Data supplied START

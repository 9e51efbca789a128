import type { Beam, CalculationPoint, FractionGroup, Plan, ReferencedBeam } from '../model/index.js';

type Point3 = [number, number, number];

/**
 * Where to calculate, and why: a point the user gave; else where the planning system states the
 * beam's dose (its Beam Dose Specification Point, the Dose Reference its Beam Dose refers to, the
 * fraction group's dose reference, the plan's one target point); else the isocenter, where the
 * comparison with Beam Dose is an assumption and says so.
 */
export function choosePoint(plan: Plan, group: FractionGroup, entry: ReferencedBeam, beam: Beam, userPointMm?: Point3): CalculationPoint | undefined {
  if (userPointMm) {
    const same = stated(plan, group, entry);
    const planningSystemDoseHere = !!same && same.every((v, i) => Math.abs(v - userPointMm[i]!) < 0.5);
    return { source: 'user', patientMm: userPointMm, planningSystemDoseHere };
  }
  if (entry.beamDoseSpecificationPointPatientMm) {
    return {
      source: 'beam-dose-specification-point',
      patientMm: [...entry.beamDoseSpecificationPointPatientMm] as Point3,
      planningSystemDoseHere: true,
    };
  }
  const byUid = entry.doseReferenceUid ? plan.doseReferences.find((d) => d.uid === entry.doseReferenceUid && d.pointPatientMm) : undefined;
  if (byUid) {
    return {
      source: 'dose-reference',
      doseReferenceVia: 'referenced-uid',
      patientMm: [...byUid.pointPatientMm!] as Point3,
      planningSystemDoseHere: true,
      doseReferenceNumber: byUid.number,
    };
  }
  const groupRefs = group.doseReferences
    .map((r) => plan.doseReferences.find((d) => d.number === r.doseReferenceNumber))
    .filter((d) => d?.pointPatientMm);
  if (groupRefs.length === 1) {
    const d = groupRefs[0]!;
    return {
      source: 'dose-reference',
      doseReferenceVia: 'only-in-fraction-group',
      patientMm: [...d.pointPatientMm!] as Point3,
      planningSystemDoseHere: true,
      doseReferenceNumber: d.number,
    };
  }
  const targets = plan.doseReferences.filter((d) => d.pointPatientMm && d.type === 'TARGET');
  if (targets.length === 1) {
    const d = targets[0]!;
    return { source: 'prescription-point', patientMm: [...d.pointPatientMm!] as Point3, planningSystemDoseHere: true, doseReferenceNumber: d.number };
  }
  const iso = beam.controlPoints[0]?.isocenterPatientMm;
  if (!iso) return undefined;
  return { source: 'isocenter', patientMm: [...iso] as Point3, planningSystemDoseHere: false };
}

function stated(plan: Plan, group: FractionGroup, entry: ReferencedBeam): readonly number[] | undefined {
  if (entry.beamDoseSpecificationPointPatientMm) return entry.beamDoseSpecificationPointPatientMm;
  const byUid = entry.doseReferenceUid ? plan.doseReferences.find((d) => d.uid === entry.doseReferenceUid) : undefined;
  if (byUid?.pointPatientMm) return byUid.pointPatientMm;
  const refs = group.doseReferences.map((r) => plan.doseReferences.find((d) => d.number === r.doseReferenceNumber)?.pointPatientMm).filter(Boolean);
  return refs.length === 1 ? refs[0] : undefined;
}
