import { type Beam, type Issue, type MachineModel, MM_PER_CM, type ReferencedBeam } from '../model/index.js';

type Limits = NonNullable<MachineModel['limits']>;

/**
 * What the beam asks of the machine beyond what its beam data say it can deliver: a meterset, a
 * jaw or a leaf past its travel, a field wider than the largest. Each is an input error: such a plan
 * cannot be delivered as written, and a dose computed from it would only saturate the tables.
 * No limits declared, nothing said here (the import's plausible ranges still hold).
 */
export function machineLimitIssues(beam: Beam, entry: ReferencedBeam, machine: MachineModel): Issue[] {
  const limits = machine.limits;
  if (!limits) return [];
  const out: Issue[] = [];
  const who = { beamNumber: beam.number, ...(beam.name ? { beamName: beam.name } : {}) };
  if (entry.beamMeterset !== undefined && entry.beamMeterset > limits.maxMuPerBeam)
    out.push({
      severity: 'error',
      code: 'out-of-range',
      ...who,
      path: 'BeamMeterset',
      message: `the beam's meterset is beyond what machine ${machine.name} delivers in one beam (its beam data)`,
      expected: `at most ${limits.maxMuPerBeam} MU`,
      found: `${entry.beamMeterset} MU`,
    });
  for (const cp of beam.controlPoints) {
    for (const d of cp.devices) {
      const why = deviceBeyond(d.type, d.positionsMm, limits);
      if (why)
        out.push({
          severity: 'error',
          code: 'out-of-range',
          ...who,
          controlPointIndex: cp.index,
          path: 'LeafJawPositions',
          message: `${d.type} ${why.what} is beyond machine ${machine.name}'s limit (its beam data)`,
          expected: why.expected,
          found: why.found,
        });
    }
  }
  // One line per kind of excess: the same jaw past its travel at 178 control points is one problem.
  return out.filter((i, k) => out.findIndex((j) => j.message === i.message) === k);
}

function deviceBeyond(type: string, positionsMm: readonly number[], limits: Limits): { what: string; expected: string; found: string } | undefined {
  const isLeaf = type === 'MLCX' || type === 'MLCY';
  const maxCm = isLeaf ? limits.maxLeafPositionCm : limits.maxJawPositionCm;
  const farthestCm = Math.max(...positionsMm.map((p) => Math.abs(p))) / MM_PER_CM;
  if (farthestCm > maxCm)
    return { what: isLeaf ? 'leaf end' : 'jaw edge', expected: `within ${maxCm} cm of the central axis`, found: `${farthestCm} cm` };
  if (!isLeaf && positionsMm.length === 2) {
    const sideCm = (positionsMm[1]! - positionsMm[0]!) / MM_PER_CM;
    if (sideCm > limits.maxFieldSideCm) return { what: 'opening', expected: `at most ${limits.maxFieldSideCm} cm`, found: `${sideCm} cm` };
  }
  return undefined;
}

Data supplied END

Your task is an exact transcription of every line above.

repository 9e51efbca789a128
import type { Beam, CalculationPoint, FractionGroup, Plan, ReferencedBeam } from '../model/index.js';

type Point3 = [number, number, number];

/**
 * Where to calculate, and why: a point the user gave; else where the planning system states the
 * beam's dose (its Beam Dose Specification Point, the Dose Reference its Beam Dose refers to, the
 * fraction group's dose reference, the plan's one target point); else the isocenter, where the
 * comparison with Beam Dose is an assumption and says so.
 */
export function choosePoint(plan: Plan, group: FractionGroup, entry: ReferencedBeam, beam: Beam, userPointMm?: Point3): CalculationPoint | undefined {
  if (userPointMm) {
    const same = stated(plan, group, entry);
    const planningSystemDoseHere = !!same && same.every((v, i) => Math.abs(v - userPointMm[i]!) < 0.5);
    return { source: 'user', patientMm: userPointMm, planningSystemDoseHere };
  }
  if (entry.beamDoseSpecificationPointPatientMm) {
    return {
      source: 'beam-dose-specification-point',
      patientMm: [...entry.beamDoseSpecificationPointPatientMm] as Point3,
      planningSystemDoseHere: true,
    };
  }
  const byUid = entry.doseReferenceUid ? plan.doseReferences.find((d) => d.uid === entry.doseReferenceUid && d.pointPatientMm) : undefined;
  if (byUid) {
    return {
      source: 'dose-reference',
      doseReferenceVia: 'referenced-uid',
      patientMm: [...byUid.pointPatientMm!] as Point3,
      planningSystemDoseHere: true,
      doseReferenceNumber: byUid.number,
    };
  }
  const groupRefs = group.doseReferences
    .map((r) => plan.doseReferences.find((d) => d.number === r.doseReferenceNumber))
    .filter((d) => d?.pointPatientMm);
  if (groupRefs.length === 1) {
    const d = groupRefs[0]!;
    return {
      source: 'dose-reference',
      doseReferenceVia: 'only-in-fraction-group',
      patientMm: [...d.pointPatientMm!] as Point3,
      planningSystemDoseHere: true,
      doseReferenceNumber: d.number,
    };
  }
  const targets = plan.doseReferences.filter((d) => d.pointPatientMm && d.type === 'TARGET');
  if (targets.length === 1) {
    const d = targets[0]!;
    return { source: 'prescription-point', patientMm: [...d.pointPatientMm!] as Point3, planningSystemDoseHere: true, doseReferenceNumber: d.number };
  }
  const iso = beam.controlPoints[0]?.isocenterPatientMm;
  if (!iso) return undefined;
  return { source: 'isocenter', patientMm: [...iso] as Point3, planningSystemDoseHere: false };
}

function stated(plan: Plan, group: FractionGroup, entry: ReferencedBeam): readonly number[] | undefined {
  if (entry.beamDoseSpecificationPointPatientMm) return entry.beamDoseSpecificationPointPatientMm;
  const byUid = entry.doseReferenceUid ? plan.doseReferences.find((d) => d.uid === entry.doseReferenceUid) : undefined;
  if (byUid?.pointPatientMm) return byUid.pointPatientMm;
  const refs = group.doseReferences.map((r) => plan.doseReferences.find((d) => d.number === r.doseReferenceNumber)?.pointPatientMm).filter(Boolean);
  return refs.length === 1 ? refs[0] : undefined;
}
import { type Beam, type Issue, type MachineModel, MM_PER_CM, type ReferencedBeam } from '../model/index.js';

type Limits = NonNullable<MachineModel['limits']>;

/**
 * What the beam asks of the machine beyond what its beam data say it can deliver: a meterset, a
 * jaw or a leaf past its travel, a field wider than the largest. Each is an input error: such a plan
 * cannot be delivered as written, and a dose computed from it would only saturate the tables.
 * No limits declared, nothing said here (the import's plausible ranges still hold).
 */
export function machineLimitIssues(beam: Beam, entry: ReferencedBeam, machine: MachineModel): Issue[] {
  const limits = machine.limits;
  if (!limits) return [];
  const out: Issue[] = [];
  const who = { beamNumber: beam.number, ...(beam.name ? { beamName: beam.name } : {}) };
  if (entry.beamMeterset !== undefined && entry.beamMeterset > limits.maxMuPerBeam)
    out.push({
      severity: 'error',
      code: 'out-of-range',
      ...who,
      path: 'BeamMeterset',
      message: `the beam's meterset is beyond what machine ${machine.name} delivers in one beam (its beam data)`,
      expected: `at most ${limits.maxMuPerBeam} MU`,
      found: `${entry.beamMeterset} MU`,
    });
  for (const cp of beam.controlPoints) {
    for (const d of cp.devices) {
      const why = deviceBeyond(d.type, d.positionsMm, limits);
      if (why)
        out.push({
          severity: 'error',
          code: 'out-of-range',
          ...who,
          controlPointIndex: cp.index,
          path: 'LeafJawPositions',
          message: `${d.type} ${why.what} is beyond machine ${machine.name}'s limit (its beam data)`,
          expected: why.expected,
          found: why.found,
        });
    }
  }
  // One line per kind of excess: the same jaw past its travel at 178 control points is one problem.
  return out.filter((i, k) => out.findIndex((j) => j.message === i.message) === k);
}

function deviceBeyond(type: string, positionsMm: readonly number[], limits: Limits): { what: string; expected: string; found: string } | undefined {
  const isLeaf = type === 'MLCX' || type === 'MLCY';
  const maxCm = isLeaf ? limits.maxLeafPositionCm : limits.maxJawPositionCm;
  const farthestCm = Math.max(...positionsMm.map((p) => Math.abs(p))) / MM_PER_CM;
  if (farthestCm > maxCm)
    return { what: isLeaf ? 'leaf end' : 'jaw edge', expected: `within ${maxCm} cm of the central axis`, found: `${farthestCm} cm` };
  if (!isLeaf && positionsMm.length === 2) {
    const sideCm = (positionsMm[1]! - positionsMm[0]!) / MM_PER_CM;
    if (sideCm > limits.maxFieldSideCm) return { what: 'opening', expected: `at most ${limits.maxFieldSideCm} cm`, found: `${sideCm} cm` };
  }
  return undefined;
}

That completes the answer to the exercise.